Autumn brought out the creative best in Russia's great writers. Source: Itar-Tass
Yellow and gold are the predominant colours of foliage in the Russian autumn as depicted in artist Isaak Levitan’s oil on canvas masterpiece “Golden Autumn.” Artists felt particularly inspired by the colours of the season but autumn, with its harvests, unpredictable weather and traditions such as mushroom and blueberry picking tended to invoke mixed emotions among the country’s great writers.
For some great writers, autumn was a gloomy season, one that was often compared to the autumn of life. The season invoked nostalgia and childhood memories for Fyodor Dostoyevsky, but also a degree of glumness with the contemporary reality that life was indeed passing by. He expressed these feelings, like in most of his books, through its protagonists.
In Dostoyevksy’s first novel, Poor Folk, (which is in the form of letters between two people), Varvara Dobroselova writes: “How I used to love the country in autumn! Then but a child, I was yet a sensitive being who loved autumn evenings better than autumn mornings. I remember how beside our house, at the foot of a hill, there lay a large pond, and how the pond--I can see it even now!--shone with a broad, level surface that was as clear as crystal.” In her letter to Makar Devushkin, Dostoyevsky’s protagonist continues to vividly describe the season in the countryside and the “golden time” that was her childhood.
Isaak Levitan 'Golden Autumn' (1895). Source: wikipedia.org
Dobroselova goes on to write: “Carried away by these memories, I could weep like a child. Everything, everything comes back so clearly to my recollection! The past stands out so vividly before me! Yet in the present everything looks dim and dark! How will it all end?--how? Do you know, I have a feeling, a sort of sure premonition, that I am going to die this coming autumn; for I feel terribly…” In his later books, Dostoyevsky would continue to draw metaphors from the season. “The world of fancies will fade, dreams will wilt and die and fall like autumn leaves from the trees,” he wrote in White Nights.
“Just as a painter needs light in order to put the finishing touches to his picture, so I need an inner light, which I feel I never have enough of in the autumn.” Many have attributed that quote of Leo Tolstoy to a writer’s block that he felt in the season. Yet the great novelist was at his poetic best when describing the autumn in War and Peace. His description of the weather during the period between the Battle of Borodino to the entry of the French into Moscow leaves readers completely spellbound: “…during the whole of that agitating, memorable week, there had been the extraordinary autumn weather that always comes as a surprise, when the sun hangs low and gives more heat than in spring, when everything shines so brightly in the rare clear atmosphere that the eyes smart, when the lungs are strengthened and refreshed by inhaling the aromatic autumn air, when even the nights are warm, and when in those dark warm nights, golden stars startle and delight us continually by falling from the sky.”

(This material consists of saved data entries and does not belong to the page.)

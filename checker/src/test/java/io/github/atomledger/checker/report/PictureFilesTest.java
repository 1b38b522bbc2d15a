package io.github.atomledger.checker.report;

import static org.assertj.core.api.Assertions.assertThat;

import java.io.IOException;
import java.nio.file.Files;
import java.nio.file.Path;
import java.util.List;
import java.util.Map;
import java.util.stream.Stream;
import org.junit.jupiter.api.Test;
import org.junit.jupiter.api.io.TempDir;

/**
 * Pictures drawn once (issue #12): content-addressed files in the report's pictures/ folder, a
 * cache below the mapping cache directory that later runs read instead of drawing, CDK failures
 * kept as notes (and cached), and stale files of earlier runs removed. Reactions: methanol to
 * methanol and ethanol to acetaldehyde with their carbons and oxygen mapped (SMILES common practice).
 */
class PictureFilesTest {

    @TempDir
    Path tmp;

    private static PictureRequest request(String id, String smiles) {
        return new PictureRequest(id, smiles, List.of("a"), List.of("b"), Map.of("a", "substrate", "b", "product"));
    }

    static final PictureRequest METHANOL = request("R_ONE", "[CH3:1][OH:2]>>[CH3:1][OH:2]");
    static final PictureRequest ETHANOL = request("R_TWO", "[CH3:1][CH2:2][OH:3]>>[CH3:1][CH:2]=[O:3]");

    private static List<Path> files(Path dir) throws IOException {
        try (Stream<Path> s = Files.list(dir)) {
            return s.sorted().toList();
        }
    }

    @Test
    void drawsEachDistinctPictureOnceUnderItsContentAddress() throws IOException {
        PictureRequest twin = request("R_ONE_AGAIN", METHANOL.mappedSmiles());
        Map<String, PictureFile> out = new PictureFiles(null, 2).draw(List.of(METHANOL, twin, ETHANOL), tmp);
        assertThat(out).hasSize(2);
        assertThat(out.get(METHANOL.key())).isEqualTo(out.get(twin.key()));
        assertThat(files(tmp.resolve("pictures"))).extracting(p -> p.getFileName().toString())
                .allMatch(n -> n.matches("[0-9a-f]{32}\\.svg")).hasSize(2)
                .contains(METHANOL.key().substring(0, 32) + ".svg");
        assertThat(out.get(ETHANOL.key()).width()).isPositive();
        assertThat(Files.readString(tmp.resolve("pictures").resolve(out.get(ETHANOL.key()).file())))
                .contains(">substrate</text>");
    }

    @Test
    void aSecondRunTakesThePictureFromTheCacheInsteadOfDrawing() throws IOException {
        Path cache = tmp.resolve("cache");
        new PictureFiles(cache, 1).draw(List.of(ETHANOL), tmp.resolve("first"));
        String key = ETHANOL.key();
        Path cached = cache.resolve("pictures").resolve(key.substring(0, 2)).resolve(key + ".svg");
        assertThat(cached).isRegularFile();
        // Mark the cached drawing: a run that drew again would not carry the mark.
        Files.writeString(cached, Files.readString(cached).replace("</svg>", "<!-- from the cache --></svg>"));
        PictureFile again = new PictureFiles(cache, 1).draw(List.of(ETHANOL), tmp.resolve("second")).get(key);
        assertThat(Files.readString(tmp.resolve("second/pictures").resolve(again.file()))).contains("from the cache");
    }

    @Test
    void cdkFailureIsANoteAndIsCachedToo() throws IOException {
        Path cache = tmp.resolve("cache");
        PictureRequest broken = request("R_BROKEN", "C1CC>>CC");
        PictureFile p = new PictureFiles(cache, 1).draw(List.of(broken), tmp).get(broken.key());
        assertThat(p.drawn()).isFalse();
        assertThat(p.notes()).singleElement().asString().startsWith("CDK cannot read the mapped SMILES of R_BROKEN");
        Path meta = cache.resolve("pictures").resolve(broken.key().substring(0, 2)).resolve(broken.key() + ".json");
        assertThat(Files.readString(meta)).contains("\"drawn\":false");
        assertThat(new PictureFiles(cache, 1).draw(List.of(broken), tmp).get(broken.key())).isEqualTo(p);
    }

    @Test
    void removesOnlyOurStalePictures() throws IOException {
        Path folder = Files.createDirectories(tmp.resolve("pictures"));
        Path stale = Files.writeString(folder.resolve("0123456789abcdef0123456789abcdef.svg"), "<svg/>");
        Path theirs = Files.writeString(folder.resolve("notes.txt"), "kept");
        new PictureFiles(null, 1).draw(List.of(METHANOL), tmp);
        assertThat(stale).doesNotExist();
        assertThat(theirs).exists();
        assertThat(folder.resolve(METHANOL.key().substring(0, 32) + ".svg")).exists();
    }
}
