package io.github.atomledger.checker.gate;

import java.util.Locale;

/** Which findings may fail the build (their severity must still reach the threshold). */
public enum FailScope {
    /** Every finding not accepted in the baseline. */
    FINDINGS,
    /** Only the release diff's findings (changes against the previous release). */
    REGRESSIONS;

    public String label() {
        return name().toLowerCase(Locale.ROOT);
    }

    /**
     * Parses "findings" or "regressions", case-insensitively; blank means {@link #FINDINGS}.
     *
     * @throws IllegalArgumentException naming the value and the allowed ones
     */
    public static FailScope parse(String text) {
        String t = text == null ? "" : text.strip().toLowerCase(Locale.ROOT);
        if (t.isEmpty()) {
            return FINDINGS;
        }
        for (FailScope s : values()) {
            if (s.label().equals(t)) {
                return s;
            }
        }
        throw new IllegalArgumentException("failOn: unknown value '" + text + "'; allowed: findings, regressions");
    }
}
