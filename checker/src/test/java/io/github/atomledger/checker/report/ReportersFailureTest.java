package io.github.atomledger.checker.report;

import static org.assertj.core.api.Assertions.assertThat;

import io.github.atomledger.checker.engine.ReportFormat;
import io.github.atomledger.checker.engine.RunResult;

import java.nio.file.Files;
import java.nio.file.Path;
import java.util.EnumSet;
import org.junit.jupiter.api.Test;
import org.junit.jupiter.api.io.TempDir;

/**
 * One report failing does not cost the others (issue #12): the HTML reporter is given a mapping
 * source that throws for one reaction, as a bug of ours would; JSON, JUnit, SARIF and Markdown
 * are still written and the failure names the report and the reaction.
 */
class ReportersFailureTest {

    @TempDir
    Path tmp;

    @Test
    void aFailingReportIsNamedAndTheOthersAreWritten() {
        RunResult result = DemoReports.run(tmp);
        MappingSource broken = (model, reaction) -> {
            if (reaction.id().equals("R_FBA")) {
                throw new IllegalStateException("drawing the picture of reaction R_FBA failed: a bug");
            }
            return java.util.Optional.empty();
        };
        Reporters.Outcome out = Reporters.forFormats(EnumSet.allOf(ReportFormat.class), broken).writeAll(result, tmp);
        assertThat(out.written()).hasSize(4).noneMatch(p -> p.getFileName().toString().equals("report.html"));
        assertThat(out.written()).allMatch(Files::isRegularFile);
        assertThat(out.failures()).singleElement().satisfies(f -> {
            assertThat(f.format()).isEqualTo(ReportFormat.HTML);
            assertThat(f.message()).isEqualTo("the html report could not be written: IllegalStateException: "
                    + "drawing the picture of reaction R_FBA failed: a bug");
        });
        assertThat(tmp.resolve("report.html")).doesNotExist();
    }
}
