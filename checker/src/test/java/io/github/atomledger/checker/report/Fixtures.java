package io.github.atomledger.checker.report;

import io.github.atomledger.checker.engine.ReportFormat;
import io.github.atomledger.checker.engine.Engine;
import io.github.atomledger.checker.engine.RunConfig;
import io.github.atomledger.checker.engine.RunListener;
import io.github.atomledger.checker.engine.RunResult;

import java.net.URISyntaxException;
import java.nio.file.Path;
import java.util.EnumSet;
import java.util.List;

/** Runs the engine on a fixture of this package (src/test/resources/.../checker/report/). */
final class Fixtures {

    private Fixtures() {
    }

    static RunResult run(String name) {
        try {
            Path file = Path.of(Fixtures.class.getResource(name).toURI());
            RunConfig config = RunConfig.defaults(file.getParent(), List.of(name))
                    .withFormats(EnumSet.allOf(ReportFormat.class));
            return new Engine().run(config, RunListener.SILENT);
        } catch (URISyntaxException e) {
            throw new IllegalStateException(e);
        }
    }
}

In Reminisces of Anton Chekhov, Maxim Gorky compared the stories of Chekhov with the late-autumn. “Reading Anton Chekhov's stories, one feels oneself in a melancholy day of late autumn, when the air is transparent and the outline of naked trees, narrow houses, greyish people, is sharp,” Gorky wrote. No doubt, that Gorky, who was highly critical of Chekhov, was no fan of the autumn. “Everything is strange, lonely, motionless, helpless. The horizon, blue and empty, melts into the pale sky, and its breath is terribly cold upon the earth, which is covered with frozen mud. The author's mind, like autumn sun, shows up in hard outline the monotonous roads, the crooked streets, the little squalid houses in which tiny, miserable people are stifled by boredom and laziness and fill the houses with an unintelligible, drowsy bustle.”
If there was one legend of Russian literature who loved the autumn with a great amount of passion, it was Alexander Pushkin, whose words ring closest to the heart of this writer:
“People have harsh words for these days of autumn,
but, reader, they are dear to me, I love
their unassuming light, their quiet beauty.
Autumn attracts me like a neglected girl
among her sisters. And, to be quite honest,
she is the only one that warms my heart.
She has her good points; whimsically dreaming
and free from vanity, I find her charms appealing.”
Autumn struck a particular chord with the greats of Russian literature and reading little gems about the season that are tucked away in sometimes hidden corners of large novels, is just one more way of trying to discover the depths of the Russian soul. No matter what kind of emotions the season actually evoked in the minds of the legends, the colours, smells, sights and sounds of autumn actually brought out the descriptive and creative best in them.